A new doctor is scheduled to arrive in the community in the next couple of weeks, with a second anticipated in Clearwater by late autumn and two more projected for spring 2027.
To bridge the gap and relieve the overall pressure on his hospital’s Emergency Department, Blackwell has also petitioned the Ministry of Health and Interior Health to permanently assign two nurse practitioners to Clearwater.
“A lot of people are going to the ER for simple things that really could be done at a clinic—small wounds, small sort of checkups,” said Blackwell, arguing the nurse practitioners would go a long way toward easing the burden on any doctors who decide to take a chance on Clearwater as a place to put out their shingle.
“I’m hoping that happens in the near future.”
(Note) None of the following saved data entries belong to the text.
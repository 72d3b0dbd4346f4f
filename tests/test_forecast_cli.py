"""`reagentplan forecast` as a user meets it, and the loader's checks of the history."""

from __future__ import annotations

import datetime as dt

import pandas as pd
import pytest

from helpers import (START, history_only, history_rows, minimal_sheets, synthetic_history,
                     workbook_bytes, write_workbook)
from reagentplan.cli import main
from reagentplan.errors import ScenarioError
from reagentplan.scenario import load_scenario

CONTRACT = ["date", "quantity", "p10", "p50", "p90", "mean"]
QUANTITIES = {"generation_mwh", "sulfur_pct", "limestone_t", "gypsum_wet_t", "fly_ash_t",
              "bottom_ash_t"}


def problems(sheets) -> list[str]:
    with pytest.raises(ScenarioError) as info:
        load_scenario(workbook_bytes(sheets))
    return [str(p) for p in info.value.problems]


def with_history(days_history: int, days: int = 20, seed: int = 1):
    s = history_only(minimal_sheets(days=days))
    s["generation_history"] = history_rows(synthetic_history({"U1": 200.0}, days_history, seed=seed))
    return s


# --------------------------------------------------------------------------- command


def test_forecast_writes_the_contract_columns(tmp_path, capsys):
    path = write_workbook(with_history(800), tmp_path / "station.xlsx")
    out = tmp_path / "out"
    assert main(["forecast", str(path), "--out", str(out), "--futures", "300", "--seed", "4"]) == 0
    f = pd.read_csv(out / "forecast.csv", parse_dates=["date"])
    assert list(f.columns[:6]) == CONTRACT
    assert set(f["quantity"]) == QUANTITIES and len(f) == 20 * 6
    assert f["date"].iloc[0].date() == START
    assert (f["p10"] <= f["p50"]).all() and (f["p50"] <= f["p90"]).all()
    notes = (out / "forecast_notes.txt").read_text()
    assert "yearly season" in notes and "seed: 4" in notes
    text = capsys.readouterr().out
    assert "limestone used" in text and "Caution" in text
    # the same seed writes the same file
    again = tmp_path / "again"
    assert main(["forecast", str(path), "--out", str(again), "--futures", "300", "--seed", "4"]) == 0
    assert (again / "forecast.csv").read_bytes() == (out / "forecast.csv").read_bytes()


def test_forecast_names_the_fallback_of_a_short_history(tmp_path, capsys):
    path = write_workbook(with_history(30), tmp_path / "short.xlsx")
    out = tmp_path / "out"
    assert main(["forecast", str(path), "--out", str(out), "--futures", "50"]) == 0
    notes = (out / "forecast_notes.txt").read_text()
    assert "fallback: less than eight weeks of history" in notes
    assert "fallback: less than eight weeks of history" in capsys.readouterr().out


def test_backtest_option_writes_and_prints_its_figures(tmp_path, capsys):
    path = write_workbook(with_history(500), tmp_path / "station.xlsx")
    out = tmp_path / "out"
    assert main(["forecast", str(path), "--out", str(out), "--futures", "200",
                 "--backtest", "30"]) == 0
    b = pd.read_csv(out / "backtest.csv")
    assert list(b.columns) == ["series", "quantity", "days", "coverage_p10_p90", "mae_median",
                               "mae_seasonal_naive", "mae_trailing_mean", "model"]
    assert b["series"].tolist() == ["U1"] and b["days"].iloc[0] == 30
    assert 0 <= b["coverage_p10_p90"].iloc[0] <= 1
    daily = pd.read_csv(out / "backtest_daily.csv")
    assert len(daily) == 30 and {"actual", "p10", "p50", "p90"} <= set(daily.columns)
    text = capsys.readouterr().out
    assert "Backtest: the last 30 day(s)" in text and "P10-P90" in text
    assert "Backtest" in (out / "forecast_notes.txt").read_text()


def test_backtest_too_long_is_bad_input_and_nothing_is_written(tmp_path, capsys):
    path = write_workbook(with_history(60), tmp_path / "station.xlsx")
    out = tmp_path / "out"
    assert main(["forecast", str(path), "--out", str(out), "--backtest", "55"]) == 2
    err = capsys.readouterr().err
    assert "sheet 'generation_history'" in err and "Traceback" not in err
    assert not out.exists()


def test_forecast_without_history_or_a_bad_count(tmp_path, capsys):
    path = write_workbook(minimal_sheets(days=5), tmp_path / "plain.xlsx")
    out = tmp_path / "out"
    assert main(["forecast", str(path), "--out", str(out), "--backtest", "3"]) == 2
    assert "no generation history" in capsys.readouterr().err
    assert main(["forecast", str(path), "--out", str(out), "--futures", "0"]) == 2
    assert "futures" in capsys.readouterr().err
    assert main(["forecast", str(path), "--out", str(out), "--futures", "20"]) == 0
    f = pd.read_csv(out / "forecast.csv")
    assert (f["basis"] == "plan").all()


def test_balance_of_a_history_only_workbook(tmp_path):
    path = write_workbook(with_history(100), tmp_path / "station.xlsx")
    assert main(["balance", str(path), "--out", str(tmp_path / "out")]) == 0
    b = pd.read_csv(tmp_path / "out" / "balance.csv")
    assert len(b) == 20 and b["generation_mwh"].between(0, 4800).all()
    assert b["generation_mwh"].nunique() > 2  # the weekday profile, not one number


# --------------------------------------------------------------------------- loader


def test_history_gap_names_the_row_and_the_days(sheets):
    s = with_history(60)
    del s["generation_history"][30:33]  # Excel rows 31-33: three days
    m = [p for p in problems(s) if "generation_history" in p and "no rows for" in p]
    assert m, problems(s)
    assert "row 31, column 'date'" in m[0] and "U1 has no rows for the 3 day(s)" in m[0]
    assert "0 MWh for days the unit was off" in m[0]


def test_history_duplicate_and_negative(sheets):
    s = with_history(30)
    rows = s["generation_history"]
    rows.insert(3, list(rows[2]))           # a duplicate day
    rows[5][2] = -10                        # negative MWh
    found = problems(s)
    assert any("row 4" in p and "duplicate of row 3" in p for p in found), found
    assert any("row 6, column 'mwh'" in p and "-10" in p for p in found), found


def test_history_unknown_unit_and_above_capacity(sheets):
    s = with_history(30)
    rows = s["generation_history"]
    rows[7][1] = "U9"                       # not in units
    rows[9][2] = 5000                       # above 200 MW x 24 h
    found = problems(s)
    assert any("row 8, column 'unit'" in p and "unknown unit 'U9'" in p for p in found), found
    assert any("row 10, column 'mwh'" in p and "at most 4800 MWh" in p for p in found), found


def test_a_unit_left_to_the_forecast_needs_history(sheets):
    s = history_only(minimal_sheets(days=10))
    s["generation_history"] = history_rows(synthetic_history({"U1": 200.0}, 5, seed=1))
    m = [p for p in problems(s) if "generation_history" in p]
    assert m and "U1 has 5 day(s) of history" in m[0] and "at least 14 days" in m[0]


def test_history_after_the_start_is_rejected(sheets):
    s = with_history(30)
    s["generation_history"].append([START + dt.timedelta(days=2), "U1", 100.0])
    assert any("not in the past" in p for p in problems(s))
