"""The dashboard with the record: the record tab (plan in force, surveys as points,
recorded movements against the plan, changes since the last plan) and uploads of
actuals through the record's own path (same validation, same conflicts)."""

from __future__ import annotations

import base64
import datetime as dt

import pytest
import sqlalchemy as sa

from reagentplan.dashboard.app import create_app
from reagentplan.dashboard.record_callbacks import record_upload
from reagentplan.dashboard.views import record as R
from reagentplan.cli import main
from reagentplan.record.db import connect

from helpers import START
from record_data import day, record_sheets, scenario_path, write_record

AS_OF = START - dt.timedelta(days=1)


def _upload(text: str, name: str) -> dict:
    return {"filename": name,
            "contents": "data:text/csv;base64," + base64.b64encode(text.encode()).decode()}


def _count(url: str, table: str) -> int:
    engine = connect(url)
    with engine.connect() as conn:
        n = conn.execute(sa.text(f"SELECT COUNT(*) FROM {table}")).scalar()
    engine.dispose()
    return n


def _find(component, prop_id: str):
    if getattr(component, "id", None) == prop_id:
        return component
    children = getattr(component, "children", None)
    if children is None:
        return None
    for child in children if isinstance(children, (list, tuple)) else [children]:
        if hasattr(child, "to_plotly_json"):
            hit = _find(child, prop_id)
            if hit is not None:
                return hit
    return None


def test_record_tab_and_uploads(tmp_path):
    url = f"sqlite:///{tmp_path / 'r.db'}"
    wb = scenario_path(tmp_path)
    assert main(["db", "upgrade", "--db", url]) == 0
    assert main(["record", str(write_record(record_sheets(), tmp_path / "w.xlsx")), "--db", url,
                 "--scenario", str(wb), "--as-of", f"{AS_OF}"]) == 0
    for as_of in (AS_OF - dt.timedelta(days=3), AS_OF):
        assert main(["plan", str(wb), "--db", url, "--as-of", f"{as_of}", "--out",
                     str(tmp_path / f"p{as_of}"), "--futures", "0"]) in (0, 1)
    app = create_app(str(wb), db=url, futures=0, time_limit=20, work_dir=tmp_path / "app")
    layout = app.layout
    head = _find(layout, "record-plan-in-force")
    assert head is not None and "Plan version 2 in force" in str(head.children)
    fig = _find(layout, "record-store-limestone").figure
    surveyed = [t for t in fig.data if t.name == "surveyed"][0]
    assert list(surveyed.y) == [2500.0]  # the recorded survey, as a point
    assert [t.name for t in fig.data][:2] == ["plan in force", "book (rolled from surveys)"]
    assert _find(layout, "record-change-summary") is not None
    # one survey per store: no calibration, and the tab says why
    assert "No calibration" in str(_find(layout, "record-calibration-table").children)
    weekly = _find(layout, R.WEEKLY).figure
    assert any(t.name == "limestone in: recorded" for t in weekly.data)
    source = app.reagentplan.record
    # without --as-of the dashboard plans from the newest recorded fact (an arrival on day 5)
    assert f"from the record as of {day(5)}" in str(layout)
    # a good upload lands, through the record's own path
    msg, ok = record_upload(source, _upload(f"date,store,level_t\n{AS_OF},gypsum,1300\n",
                                            "stock_surveys.csv"), False)
    assert ok and "1 added" in msg
    assert _count(url, "stock_surveys") == 3
    # the same again: nothing new
    msg, ok = record_upload(source, _upload(f"date,store,level_t\n{AS_OF},gypsum,1300\n",
                                            "stock_surveys.csv"), False)
    assert ok and "Nothing new" in msg
    # a conflict is refused whole and named, then accepted with replace
    conflict = _upload(f"date,store,level_t\n{AS_OF},gypsum,1250\n", "stock_surveys.csv")
    msg, ok = record_upload(source, conflict, False)
    assert not ok and "row 2" in msg and "1300" in msg and "1250" in msg and "Nothing was recorded" in msg
    msg, ok = record_upload(source, conflict, True)
    assert ok and "1 replaced" in msg
    assert _count(url, "replaced_values") == 1
    # bad input: named like the command line, nothing written
    msg, ok = record_upload(source, _upload(f"date,supplier,loads,tonnes,ticket\n{day(3)},Quarry W,1,990,X1\n",
                                            "arrivals.csv"), False)
    assert not ok and "sheet 'arrivals.csv', row 2, column 'supplier'" in msg and "did you mean 'Quarry Q'" in msg
    assert _count(url, "arrivals") == 2


def test_weekly_chart_legend_sits_below_the_plot_not_over_its_title():
    """Four materials in and out, recorded and planned: eight legend entries, two rows.
    The legend is anchored to the foot of the figure (below the dates), and the bottom
    margin holds its rows, so it cannot grow up over the title as it did above the plot."""
    import pandas as pd

    from reagentplan.dashboard.figures import LEGEND_ROW_PX, legend_rows
    from reagentplan.dashboard.record_figures import weekly_figure

    weeks = pd.date_range("2027-01-04", periods=6, freq="W-MON")
    rows = [{"week": w, "direction": d, "material": m, "planned_t": 100.0, "recorded_t": 90.0}
            for w in weeks for d, m in (("in", "limestone"), ("out", "gypsum"), ("out", "fly_ash"),
                                         ("out", "bottom_ash"))]
    fig = weekly_figure(pd.DataFrame(rows))
    legend, margin = fig.layout.legend, fig.layout.margin
    assert sum(t.showlegend is not False for t in fig.data) == 8 and legend_rows(fig) == 2
    assert legend.orientation == "h" and legend.yref == "container"
    assert legend.yanchor == "bottom" and legend.y < 0.05
    assert margin.b >= 2 * LEGEND_ROW_PX + 50  # the dates' two lines and the legend's two rows
    assert fig.layout.height - margin.b - margin.t >= 150  # still room to plot


def test_a_record_of_one_week_draws_its_bars_a_week_wide_with_the_plan_over_each():
    """One recorded week gave Plotly no spacing to take a bar's width from: the bars were
    a millisecond wide on an axis of milliseconds.  Each bar now has its width and place
    in the week [ms], and its planned tonnes are drawn over its own bar."""
    import pandas as pd

    from reagentplan.dashboard.record_figures import BARS_FILL, WEEK_MS, weekly_figure

    week = pd.Timestamp("2030-02-25")
    rows = [{"week": week, "direction": d, "material": m, "planned_t": 500.0, "recorded_t": 400.0}
            for d, m in (("in", "limestone"), ("out", "gypsum"), ("out", "fly_ash"))]
    fig = weekly_figure(pd.DataFrame(rows))
    bars = [t for t in fig.data if t.type == "bar"]
    planned = [t for t in fig.data if t.type == "scatter"]
    assert len(bars) == 3 and all(b.width >= 86_400_000 for b in bars)  # at least a day wide
    assert sum(b.width for b in bars) == pytest.approx(WEEK_MS * BARS_FILL)
    lefts = sorted(b.offset for b in bars)
    assert lefts[1] - lefts[0] == pytest.approx(bars[0].width)  # side by side, not on top of each other
    for b, p in zip(bars, planned):
        centre = week + pd.Timedelta(milliseconds=b.offset + b.width / 2)
        assert pd.Timestamp(p.x[0]) == centre
    assert fig.layout.xaxis.dtick == WEEK_MS  # a tick a week, not one a millisecond


def test_a_stores_legend_sits_at_the_foot_not_over_its_title():
    """Three entries in a card a third of the page wide wrapped over the title; at the
    foot of the figure with room for two rows they cannot."""
    import pandas as pd

    from reagentplan.dashboard.figures import LEGEND_ROW_PX
    from reagentplan.dashboard.record_figures import record_store_figure

    days = pd.date_range("2030-02-25", periods=5)
    pva = pd.DataFrame({"date": days, "store": "limestone", "planned_level_t": 3000.0,
                        "book_level_t": 2900.0, "surveyed_level_t": [2500.0, None, None, None, None]})
    fig = record_store_figure(pva, "limestone")
    assert fig.layout.legend.yref == "container" and fig.layout.legend.yanchor == "bottom"
    assert fig.layout.margin.b >= 2 * LEGEND_ROW_PX + 60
While Interior Health insists the Emergency Room closures in Merritt and Clearwater are “not job action related,” the Nurses Union is poised to step up is efforts this coming week.
This includes plans to set up rotating picket lines outside medical facilities by nursing staff in their off-hours starting on Monday — the same day the Union and the employer get back to the bargaining table to try to hammer out a new deal.
While the Nurses Union had recommended its members accept an earlier contract proposal, a vote by the the nurses would ultimately reject that deal, with around two-in-three nurses voting against the recommendation of their union.